(Stored items)

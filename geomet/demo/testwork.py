"""Demo metallurgical testwork from a hidden "true" response of each sample's mineralogy.

Each sample is a 10-30 m composite of assay intervals. Its features are the length-weighted
scan mineralogy and assays over the interval; the hidden truth (parameters in
:data:`TRUTH_PARAMETERS`, written to ``truth/parameters.json``) maps them to Bond ball-mill
work index, SMC A x b and Mia, rougher Cu and Au recovery and column-leach acid; measured
values add the stated noise. Feed, concentrate and tail assays are made consistent with the
measured recovery by the two-product formula.

References
----------
.. [1] Wills, B.A. & Finch, J.A. (2016). Wills' Mineral Processing Technology, 8th ed.
   Butterworth-Heinemann. Two-product formula, ch. 3.
.. [2] Garcia-Zuniga, H. (1935). La eficiencia de la flotacion es una funcion exponencial
   del tiempo. Boletin Minero, Sociedad Nacional de Mineria (Chile) 47, 83-86.
   First-order flotation kinetics R = Rinf (1 - exp(-k t)).
"""

from __future__ import annotations

import numpy as np
import pandas as pd

from geomet.demo import chemistry

# The hidden truth (invented for the demo; smooth and physically signed).
TRUTH_PARAMETERS: dict = {
    "clay_severity_weights": {
        "clay_swelling_pct": 3.0,
        "clay_kaolin_pct": 1.0,
        "white_mica_illite_pct": 0.1,
    },
    "bond_bwi_kwh_t": {
        "intercept": 13.2,
        "featureless_pct_above_55": 0.055,
        "femg_silicate_pct": 0.09,
        "clay_total_pct": -0.14,
        "iron_oxide_pct": -0.10,
        "min": 7.0,
        "max": 22.0,
    },
    "smc_axb": {
        "log_intercept": 3.738,
        "clay_total_pct": 0.022,
        "featureless_pct_above_55": -0.012,
        "iron_oxide_pct": 0.01,
        "min": 20.0,
        "max": 150.0,
    },
    "smc_mia_kwh_t": {"intercept": 8.0, "per_inverse_axb": 560.0, "bond_bwi_above_13": 0.25},
    "rougher_cu": {
        "time_min": 12.0,
        "rinf_intercept": 0.955,
        "oxide_ratio_frac": -0.85,
        "clay_swelling_pct": -0.011,
        "clay_kaolin_pct": -0.0035,
        "rinf_min": 0.05,
        "rinf_max": 0.97,
        "k_per_min": 0.38,
        "k_clay_severity_decay": 0.035,
    },
    "rougher_au": {
        "time_min": 12.0,
        "rinf_intercept": 0.86,
        "oxide_ratio_frac": -0.55,
        "clay_swelling_pct": -0.007,
        "clay_kaolin_pct": -0.002,
        "rinf_min": 0.05,
        "rinf_max": 0.92,
        "k_per_min": 0.26,
        "k_clay_severity_decay": 0.025,
    },
    "leach_acid_kg_t": {
        "base_kg_t": 4.0,
        "reactivity_frac": {
            "calcite": 0.95,
            "dolomite": 0.9,
            "ankerite": 0.85,
            "siderite": 0.6,
            "chlorite": 0.10,
            "biotite": 0.06,
            "actinolite": 0.04,
        },
        "oxide_cu_dissolved_frac": 0.95,
    },
    "rougher_conc_cu_pct": {
        "intercept": 12.0,
        "high_grade_cu_mineral_share": 6.0,
        "clay_kaolin_pct": -0.25,
        "clay_swelling_pct": -0.35,
        "pyrite_pct": -0.05,
        "min": 4.0,
        "max": 25.0,
    },
    "noise": {
        "bond_bwi_kwh_t_sd": 0.5,
        "smc_axb_rel_sd": 0.07,
        "smc_mia_kwh_t_rel_sd": 0.04,
        "rougher_cu_recovery_pct_sd": 1.5,
        "rougher_au_recovery_pct_sd": 3.0,
        "leach_acid_kg_t_rel_sd": 0.08,
        "head_assay_rel_sd": 0.03,
        "conc_cu_pct_sd": 1.0,
    },
}

_DATE0 = np.datetime64("2021-06-01")
_DATE1 = np.datetime64("2025-09-30")


def mineral_groups(df: pd.DataFrame) -> pd.DataFrame:
    """Group sums [wt%] used by the demo truth, named as in ``docs/contracts.md``."""
    g = pd.DataFrame(index=df.index)
    g["clay_swelling_pct"] = df["smectite_pct"]
    g["clay_kaolin_pct"] = df["kaolinite_pct"] + df["dickite_pct"] + df["halloysite_pct"]
    g["white_mica_illite_pct"] = df["white_mica_pct"] + df["illite_pct"]
    g["sulfate_pct"] = df["gypsum_anhydrite_pct"]
    g["carbonate_pct"] = df[["calcite_pct", "dolomite_pct", "ankerite_pct", "siderite_pct"]].sum(
        axis=1
    )
    g["femg_silicate_pct"] = df[["chlorite_pct", "biotite_pct", "actinolite_pct"]].sum(axis=1)
    g["iron_oxide_pct"] = df[["magnetite_pct", "hematite_pct", "goethite_pct"]].sum(axis=1)
    g["featureless_pct"] = df["quartz_feldspar_pct"]
    g["clay_total_pct"] = g["clay_swelling_pct"] + g["clay_kaolin_pct"] + df["illite_pct"]
    w = TRUTH_PARAMETERS["clay_severity_weights"]
    g["clay_severity_idx"] = sum(g[k] * v for k, v in w.items())
    return g


def true_responses(features: pd.DataFrame) -> pd.DataFrame:
    """Noise-free testwork responses of samples from their features.

    Parameters
    ----------
    features : DataFrame
        The mineral columns (``<mineral>_pct``), ``cu_pct`` and ``cu_asol_pct`` of each sample
        (length-weighted over the sample interval).

    Returns
    -------
    DataFrame
        bond_bwi_kwh_t, smc_axb, smc_mia_kwh_t, rougher_cu_recovery_pct,
        rougher_au_recovery_pct, leach_acid_kg_t, plus the group columns and oxide_ratio_frac.

    Notes
    -----
    Rougher recovery is first order, R = Rinf (1 - exp(-k t)) at t = 12 min (ref. [2]),
    with Rinf linear in the oxide ratio and clays and k = k0 exp(-a clay_severity_idx).
    Acid = base + sum_i 10 m_i f_i r_i + 10 cu_asol (M(H2SO4)/M(Cu)) e, with f_i the
    stoichiometric factor of mineral i (:func:`geomet.demo.chemistry.acid_factor_kg_kg`),
    r_i its reactivity and e the share of oxide Cu dissolved.
    """
    p = TRUTH_PARAMETERS
    g = mineral_groups(features)
    ox = np.clip(features["cu_asol_pct"] / np.maximum(features["cu_pct"], 1e-6), 0.0, 1.0)
    g["oxide_ratio_frac"] = ox
    q = g["featureless_pct"] - 55.0
    b = p["bond_bwi_kwh_t"]
    bwi = (
        b["intercept"]
        + b["featureless_pct_above_55"] * q
        + b["femg_silicate_pct"] * g["femg_silicate_pct"]
        + b["clay_total_pct"] * g["clay_total_pct"]
        + b["iron_oxide_pct"] * g["iron_oxide_pct"]
    )
    g["bond_bwi_kwh_t"] = bwi.clip(b["min"], b["max"])
    a = p["smc_axb"]
    axb = np.exp(
        a["log_intercept"]
        + a["clay_total_pct"] * g["clay_total_pct"]
        + a["featureless_pct_above_55"] * q
        + a["iron_oxide_pct"] * g["iron_oxide_pct"]
    )
    g["smc_axb"] = axb.clip(a["min"], a["max"])
    mi = p["smc_mia_kwh_t"]
    g["smc_mia_kwh_t"] = (
        mi["intercept"]
        + mi["per_inverse_axb"] / g["smc_axb"]
        + mi["bond_bwi_above_13"] * (g["bond_bwi_kwh_t"] - 13.0)
    )
    for metal in ("cu", "au"):
        r = p[f"rougher_{metal}"]
        rinf = (
            r["rinf_intercept"]
            + r["oxide_ratio_frac"] * ox
            + r["clay_swelling_pct"] * g["clay_swelling_pct"]
            + r["clay_kaolin_pct"] * g["clay_kaolin_pct"]
        ).clip(r["rinf_min"], r["rinf_max"])
        k = r["k_per_min"] * np.exp(-r["k_clay_severity_decay"] * g["clay_severity_idx"])
        g[f"rougher_{metal}_recovery_pct"] = 100.0 * rinf * (1.0 - np.exp(-k * r["time_min"]))
    ac = p["leach_acid_kg_t"]
    acid = np.full(len(features), ac["base_kg_t"])
    for mineral, react in ac["reactivity_frac"].items():
        acid = (
            acid + 10.0 * features[f"{mineral}_pct"] * chemistry.acid_factor_kg_kg(mineral) * react
        )
    acid = (
        acid
        + 10.0
        * features["cu_asol_pct"]
        * chemistry.acid_per_cu_kg_kg()
        * ac["oxide_cu_dissolved_frac"]
    )
    g["leach_acid_kg_t"] = acid
    return g


def two_product_recovery_frac(feed, conc, tail):
    """Two-product recovery R = c (f - t) / (f (c - t)) [fraction] (ref. [1])."""
    feed, conc, tail = (np.asarray(v, dtype=float) for v in (feed, conc, tail))
    return conc * (feed - tail) / (feed * (conc - tail))


def _by_hole(table: pd.DataFrame, cols: list[str]) -> dict[str, tuple[np.ndarray, ...]]:
    out = {}
    for hole, sub in table.groupby("hole_id", sort=False):
        out[hole] = (
            sub["from_m"].to_numpy(float),
            sub["to_m"].to_numpy(float),
            sub[cols].to_numpy(dtype=float),
        )
    return out


def _weighted_over(by_hole, hole: str, frm: float, to: float):
    f, t, vals = by_hole[hole]
    ov = np.clip(np.minimum(t, to) - np.maximum(f, frm), 0.0, None)
    ok = ~np.isnan(vals)
    wsum = (ov[:, None] * ok).sum(axis=0)
    return np.where(
        wsum > 0,
        (np.nan_to_num(vals) * ov[:, None]).sum(axis=0) / np.where(wsum > 0, wsum, 1),
        np.nan,
    )


def choose_samples(assays: pd.DataFrame, n_samples: int, rng: np.random.Generator) -> pd.DataFrame:
    """Pick non-overlapping 10-30 m composites on assay breaks, favouring mineralised core."""
    chosen: dict[str, list[tuple[float, float]]] = {}
    rows = []
    weights = 1.0 + 3.0 * (assays["cu_pct"].to_numpy() > 0.2)
    weights = weights / weights.sum()
    tries = 0
    while len(rows) < n_samples and tries < 50 * n_samples:
        tries += 1
        i = int(rng.choice(len(assays), p=weights))
        hole = assays["hole_id"].iloc[i]
        frm = float(assays["from_m"].iloc[i])
        length = float(rng.uniform(10.0, 30.0))
        same = assays[(assays["hole_id"] == hole) & (assays["from_m"] >= frm)]
        ends = same["to_m"].to_numpy()
        k = np.flatnonzero(ends - frm >= length)
        if len(k) == 0 or ends[k[0]] - frm > 30.0:
            continue
        to = float(ends[k[0]])
        sampled = (same["to_m"] - same["from_m"]).to_numpy()[: k[0] + 1].sum()
        if sampled < (to - frm) - 1e-6:  # an unsampled gap inside: not a usable composite
            continue
        if any(frm < b and to > a for a, b in chosen.get(hole, [])):
            continue
        chosen.setdefault(hole, []).append((frm, to))
        rows.append((hole, round(frm, 2), round(to, 2)))
    return pd.DataFrame(rows, columns=["hole_id", "from_m", "to_m"])


def make_testwork(
    scan: pd.DataFrame, assays: pd.DataFrame, n_samples: int, rng: np.random.Generator
) -> tuple[pd.DataFrame, pd.DataFrame]:
    """Testwork results (measured) and the noise-free truth per sample.

    Returns
    -------
    testwork : DataFrame
        sample_id, hole_id, from_m, to_m and the testwork columns of ``docs/contracts.md``.
    truth : DataFrame
        sample_id, the noise-free responses and the features they were computed from.
    """
    p = TRUTH_PARAMETERS
    noise = p["noise"]
    samples = choose_samples(assays, n_samples, rng)
    mineral_cols = [c for c in scan.columns if c.endswith("_pct")]
    feats = []
    scan_by_hole = _by_hole(scan, mineral_cols)
    assay_by_hole = _by_hole(assays, ["cu_pct", "au_gpt", "cu_asol_pct"])
    for hole, frm, to in samples.itertuples(index=False):
        mvals = _weighted_over(scan_by_hole, hole, frm, to)
        avals = _weighted_over(assay_by_hole, hole, frm, to)
        feats.append(np.r_[mvals, avals])
    features = pd.DataFrame(feats, columns=[*mineral_cols, "cu_pct", "au_gpt", "cu_asol_pct"])
    truth = true_responses(features)
    n = len(samples)
    days = int((_DATE1 - _DATE0) / np.timedelta64(1, "D"))
    dates = np.sort(_DATE0 + rng.integers(0, days, n).astype("timedelta64[D]"))
    order = rng.permutation(n)  # samples were not tested in hole order
    samples = samples.iloc[order].reset_index(drop=True)
    features = features.iloc[order].reset_index(drop=True)
    truth = truth.iloc[order].reset_index(drop=True)
    sample_id = [f"OVM-{i + 1:04d}" for i in range(n)]

    bwi = truth["bond_bwi_kwh_t"] + rng.normal(0.0, noise["bond_bwi_kwh_t_sd"], n)
    axb = truth["smc_axb"] * np.exp(rng.normal(0.0, noise["smc_axb_rel_sd"], n))
    mia = truth["smc_mia_kwh_t"] * np.exp(rng.normal(0.0, noise["smc_mia_kwh_t_rel_sd"], n))
    acid = truth["leach_acid_kg_t"] * np.exp(rng.normal(0.0, noise["leach_acid_kg_t_rel_sd"], n))
    r_cu = (
        np.clip(
            truth["rougher_cu_recovery_pct"]
            + rng.normal(0.0, noise["rougher_cu_recovery_pct_sd"], n),
            3.0,
            99.0,
        )
        / 100.0
    )
    r_au = (
        np.clip(
            truth["rougher_au_recovery_pct"]
            + rng.normal(0.0, noise["rougher_au_recovery_pct_sd"], n),
            3.0,
            99.0,
        )
        / 100.0
    )
    feed_cu = np.round(
        np.maximum(features["cu_pct"].to_numpy(), 0.01)
        * np.exp(rng.normal(0.0, noise["head_assay_rel_sd"], n)),
        3,
    )
    feed_au = np.round(
        np.maximum(features["au_gpt"].to_numpy(), 0.01)
        * np.exp(rng.normal(0.0, noise["head_assay_rel_sd"], n)),
        3,
    )
    c = p["rougher_conc_cu_pct"]
    cu_minerals = features[["chalcopyrite_pct", "bornite_pct", "chalcocite_pct", "covellite_pct"]]
    hi_cu = (
        features["bornite_pct"] * chemistry.element_fractions("bornite")["Cu"]
        + features["chalcocite_pct"] * chemistry.element_fractions("chalcocite")["Cu"]
    )
    all_cu = hi_cu + (
        cu_minerals["chalcopyrite_pct"] * chemistry.element_fractions("chalcopyrite")["Cu"]
        + cu_minerals["covellite_pct"] * chemistry.element_fractions("covellite")["Cu"]
    )
    share = (hi_cu / all_cu.where(all_cu > 0)).fillna(0.0)
    conc_cu = (
        c["intercept"]
        + c["high_grade_cu_mineral_share"] * share
        + c["clay_kaolin_pct"] * truth["clay_kaolin_pct"]
        + c["clay_swelling_pct"] * truth["clay_swelling_pct"]
        + c["pyrite_pct"] * features["pyrite_pct"]
    ).clip(c["min"], c["max"])
    conc_cu = np.round(
        np.maximum(conc_cu.to_numpy() + rng.normal(0.0, noise["conc_cu_pct_sd"], n), 3.0 * feed_cu),
        2,
    )
    # tail from the two-product formula solved for t: t = c f (1 - R) / (c - R f)
    tail_cu = np.round(conc_cu * feed_cu * (1.0 - r_cu) / (conc_cu - r_cu * feed_cu), 3)
    tail_cu = np.clip(tail_cu, 0.001, feed_cu - 0.001)
    rec_cu = two_product_recovery_frac(feed_cu, conc_cu, tail_cu)
    yield_frac = (feed_cu - tail_cu) / (conc_cu - tail_cu)
    conc_au = np.round(r_au * feed_au / yield_frac, 2)
    tail_au = np.clip(
        np.round((1.0 - r_au) * feed_au / (1.0 - yield_frac), 3), 0.001, feed_au - 0.001
    )
    rec_au = two_product_recovery_frac(feed_au, conc_au, tail_au)

    testwork = pd.DataFrame(
        {
            "sample_id": sample_id,
            "hole_id": samples["hole_id"],
            "from_m": samples["from_m"],
            "to_m": samples["to_m"],
            "bond_bwi_kwh_t": np.round(bwi, 2),
            "smc_axb": np.round(axb, 1),
            "smc_mia_kwh_t": np.round(mia, 1),
            "feed_cu_pct": feed_cu,
            "conc_cu_pct": conc_cu,
            "tail_cu_pct": tail_cu,
            "feed_au_gpt": feed_au,
            "conc_au_gpt": conc_au,
            "tail_au_gpt": tail_au,
            "rougher_cu_recovery_pct": np.round(100.0 * rec_cu, 2),
            "rougher_au_recovery_pct": np.round(100.0 * rec_au, 2),
            "leach_acid_kg_t": np.round(acid, 1),
            "test_date": [str(d) for d in dates],
        }
    )
    resp = [
        "bond_bwi_kwh_t",
        "smc_axb",
        "smc_mia_kwh_t",
        "rougher_cu_recovery_pct",
        "rougher_au_recovery_pct",
        "leach_acid_kg_t",
    ]
    feat_cols = [
        "clay_swelling_pct",
        "clay_kaolin_pct",
        "white_mica_illite_pct",
        "sulfate_pct",
        "carbonate_pct",
        "femg_silicate_pct",
        "iron_oxide_pct",
        "featureless_pct",
        "clay_total_pct",
        "clay_severity_idx",
        "oxide_ratio_frac",
    ]
    out_truth = pd.concat(
        [
            pd.DataFrame({"sample_id": sample_id}),
            truth[resp].round(4),
            truth[feat_cols].round(4),
            features[["cu_pct", "au_gpt", "cu_asol_pct"]].round(4),
        ],
        axis=1,
    )
    testwork = testwork.sort_values("sample_id", kind="stable").reset_index(drop=True)
    return testwork, out_truth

What you have to do: Please copy each line of the records above in which the word "were" can be found.

Exercise solution:
        sample_id, the noise-free responses and the features they were computed from.
    order = rng.permutation(n)  # samples were not tested in hole order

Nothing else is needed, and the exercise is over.